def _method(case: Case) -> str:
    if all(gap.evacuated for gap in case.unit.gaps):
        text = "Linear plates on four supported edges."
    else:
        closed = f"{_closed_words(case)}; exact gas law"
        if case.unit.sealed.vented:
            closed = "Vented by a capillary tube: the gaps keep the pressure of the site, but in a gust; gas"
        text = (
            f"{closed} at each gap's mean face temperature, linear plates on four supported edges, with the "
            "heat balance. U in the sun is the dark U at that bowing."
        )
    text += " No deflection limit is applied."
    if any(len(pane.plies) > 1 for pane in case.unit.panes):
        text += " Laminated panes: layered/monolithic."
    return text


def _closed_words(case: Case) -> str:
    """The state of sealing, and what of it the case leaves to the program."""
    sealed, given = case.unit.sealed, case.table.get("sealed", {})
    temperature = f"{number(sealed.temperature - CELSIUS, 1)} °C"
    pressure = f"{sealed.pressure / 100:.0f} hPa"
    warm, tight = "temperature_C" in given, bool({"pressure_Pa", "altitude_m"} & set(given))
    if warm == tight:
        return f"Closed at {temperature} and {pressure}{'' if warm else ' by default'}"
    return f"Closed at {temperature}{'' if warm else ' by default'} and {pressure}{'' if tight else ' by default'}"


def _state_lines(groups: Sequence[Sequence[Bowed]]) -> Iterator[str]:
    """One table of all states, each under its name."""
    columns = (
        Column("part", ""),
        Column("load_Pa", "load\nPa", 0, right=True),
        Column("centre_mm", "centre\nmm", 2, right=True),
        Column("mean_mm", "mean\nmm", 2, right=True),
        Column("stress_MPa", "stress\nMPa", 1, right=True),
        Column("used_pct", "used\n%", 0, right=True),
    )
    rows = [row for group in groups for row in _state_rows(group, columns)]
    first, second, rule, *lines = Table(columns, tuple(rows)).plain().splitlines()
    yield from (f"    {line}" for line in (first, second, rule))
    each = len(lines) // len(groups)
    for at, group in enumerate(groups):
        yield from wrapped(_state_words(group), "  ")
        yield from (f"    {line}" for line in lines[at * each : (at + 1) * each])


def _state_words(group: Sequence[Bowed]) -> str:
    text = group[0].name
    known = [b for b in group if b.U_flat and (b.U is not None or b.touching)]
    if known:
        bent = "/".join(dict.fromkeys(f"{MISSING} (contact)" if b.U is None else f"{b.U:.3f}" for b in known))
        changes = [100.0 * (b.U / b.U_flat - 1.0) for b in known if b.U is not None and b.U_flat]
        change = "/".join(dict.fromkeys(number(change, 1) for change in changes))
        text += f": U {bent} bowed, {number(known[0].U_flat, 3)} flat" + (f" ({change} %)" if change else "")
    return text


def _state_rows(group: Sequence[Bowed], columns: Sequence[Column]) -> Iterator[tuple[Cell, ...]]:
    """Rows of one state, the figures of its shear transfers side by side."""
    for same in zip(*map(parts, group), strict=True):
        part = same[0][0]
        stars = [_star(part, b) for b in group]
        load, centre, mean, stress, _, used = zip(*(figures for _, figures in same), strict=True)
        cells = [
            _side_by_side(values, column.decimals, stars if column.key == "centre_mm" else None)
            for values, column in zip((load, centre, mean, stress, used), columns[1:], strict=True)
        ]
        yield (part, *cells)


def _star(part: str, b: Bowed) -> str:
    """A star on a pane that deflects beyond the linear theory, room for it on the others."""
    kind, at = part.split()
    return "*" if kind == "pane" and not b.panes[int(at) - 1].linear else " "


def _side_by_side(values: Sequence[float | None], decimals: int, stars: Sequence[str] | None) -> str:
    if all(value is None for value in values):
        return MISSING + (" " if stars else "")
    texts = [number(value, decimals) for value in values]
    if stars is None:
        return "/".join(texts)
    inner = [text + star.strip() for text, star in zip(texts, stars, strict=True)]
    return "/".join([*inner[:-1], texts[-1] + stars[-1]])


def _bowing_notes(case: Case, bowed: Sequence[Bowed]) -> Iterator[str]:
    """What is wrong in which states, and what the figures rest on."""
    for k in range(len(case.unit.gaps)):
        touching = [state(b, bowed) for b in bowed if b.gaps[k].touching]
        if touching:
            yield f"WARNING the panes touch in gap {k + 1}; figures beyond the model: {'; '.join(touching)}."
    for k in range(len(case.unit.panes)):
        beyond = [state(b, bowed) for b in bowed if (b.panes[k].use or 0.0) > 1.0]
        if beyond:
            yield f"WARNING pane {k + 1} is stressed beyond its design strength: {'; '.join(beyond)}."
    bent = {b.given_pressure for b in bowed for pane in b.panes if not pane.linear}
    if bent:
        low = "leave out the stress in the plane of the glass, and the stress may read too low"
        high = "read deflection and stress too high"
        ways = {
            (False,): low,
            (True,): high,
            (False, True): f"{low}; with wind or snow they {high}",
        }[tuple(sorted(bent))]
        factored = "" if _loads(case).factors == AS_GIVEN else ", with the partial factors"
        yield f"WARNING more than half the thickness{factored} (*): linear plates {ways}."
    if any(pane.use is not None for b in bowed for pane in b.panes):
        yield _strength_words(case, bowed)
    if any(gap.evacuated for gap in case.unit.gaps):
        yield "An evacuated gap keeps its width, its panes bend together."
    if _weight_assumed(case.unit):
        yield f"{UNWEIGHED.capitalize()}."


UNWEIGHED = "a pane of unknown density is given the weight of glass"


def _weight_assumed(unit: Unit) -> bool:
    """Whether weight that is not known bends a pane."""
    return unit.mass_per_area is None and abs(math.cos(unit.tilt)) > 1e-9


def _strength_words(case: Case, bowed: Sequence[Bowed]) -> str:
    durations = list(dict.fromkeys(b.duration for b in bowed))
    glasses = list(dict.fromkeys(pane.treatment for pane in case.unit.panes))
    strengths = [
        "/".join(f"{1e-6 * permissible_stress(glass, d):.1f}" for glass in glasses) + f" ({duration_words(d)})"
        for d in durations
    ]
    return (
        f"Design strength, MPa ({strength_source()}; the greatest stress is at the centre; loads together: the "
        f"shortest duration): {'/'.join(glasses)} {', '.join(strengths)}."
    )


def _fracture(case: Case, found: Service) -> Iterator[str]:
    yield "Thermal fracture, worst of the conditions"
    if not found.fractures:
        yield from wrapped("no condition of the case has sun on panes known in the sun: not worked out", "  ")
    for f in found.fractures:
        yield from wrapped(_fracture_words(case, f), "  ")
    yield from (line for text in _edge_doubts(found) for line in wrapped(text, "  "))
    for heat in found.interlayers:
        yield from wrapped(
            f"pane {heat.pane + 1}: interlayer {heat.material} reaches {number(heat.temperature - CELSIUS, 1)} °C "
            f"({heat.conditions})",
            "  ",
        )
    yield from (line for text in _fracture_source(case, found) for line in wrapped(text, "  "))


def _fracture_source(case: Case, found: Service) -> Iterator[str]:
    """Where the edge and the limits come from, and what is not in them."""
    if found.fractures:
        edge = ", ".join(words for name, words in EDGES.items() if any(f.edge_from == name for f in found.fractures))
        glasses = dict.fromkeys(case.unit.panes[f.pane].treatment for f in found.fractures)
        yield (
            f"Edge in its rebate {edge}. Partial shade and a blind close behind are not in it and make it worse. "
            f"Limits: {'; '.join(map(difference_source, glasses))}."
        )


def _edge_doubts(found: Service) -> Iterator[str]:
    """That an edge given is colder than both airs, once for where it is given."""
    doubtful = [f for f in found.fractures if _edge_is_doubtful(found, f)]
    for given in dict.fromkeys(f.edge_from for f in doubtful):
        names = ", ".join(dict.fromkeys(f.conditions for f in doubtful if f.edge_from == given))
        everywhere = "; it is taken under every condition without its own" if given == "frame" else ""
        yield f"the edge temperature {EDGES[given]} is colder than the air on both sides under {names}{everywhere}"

THE PROBLEM
The answer should consist of all lines from the records above that hold the word "number".

RESULT BELOW
    temperature = f"{number(sealed.temperature - CELSIUS, 1)} °C"
        change = "/".join(dict.fromkeys(number(change, 1) for change in changes))
        text += f": U {bent} bowed, {number(known[0].U_flat, 3)} flat" + (f" ({change} %)" if change else "")
    texts = [number(value, decimals) for value in values]
            f"pane {heat.pane + 1}: interlayer {heat.material} reaches {number(heat.temperature - CELSIUS, 1)} °C "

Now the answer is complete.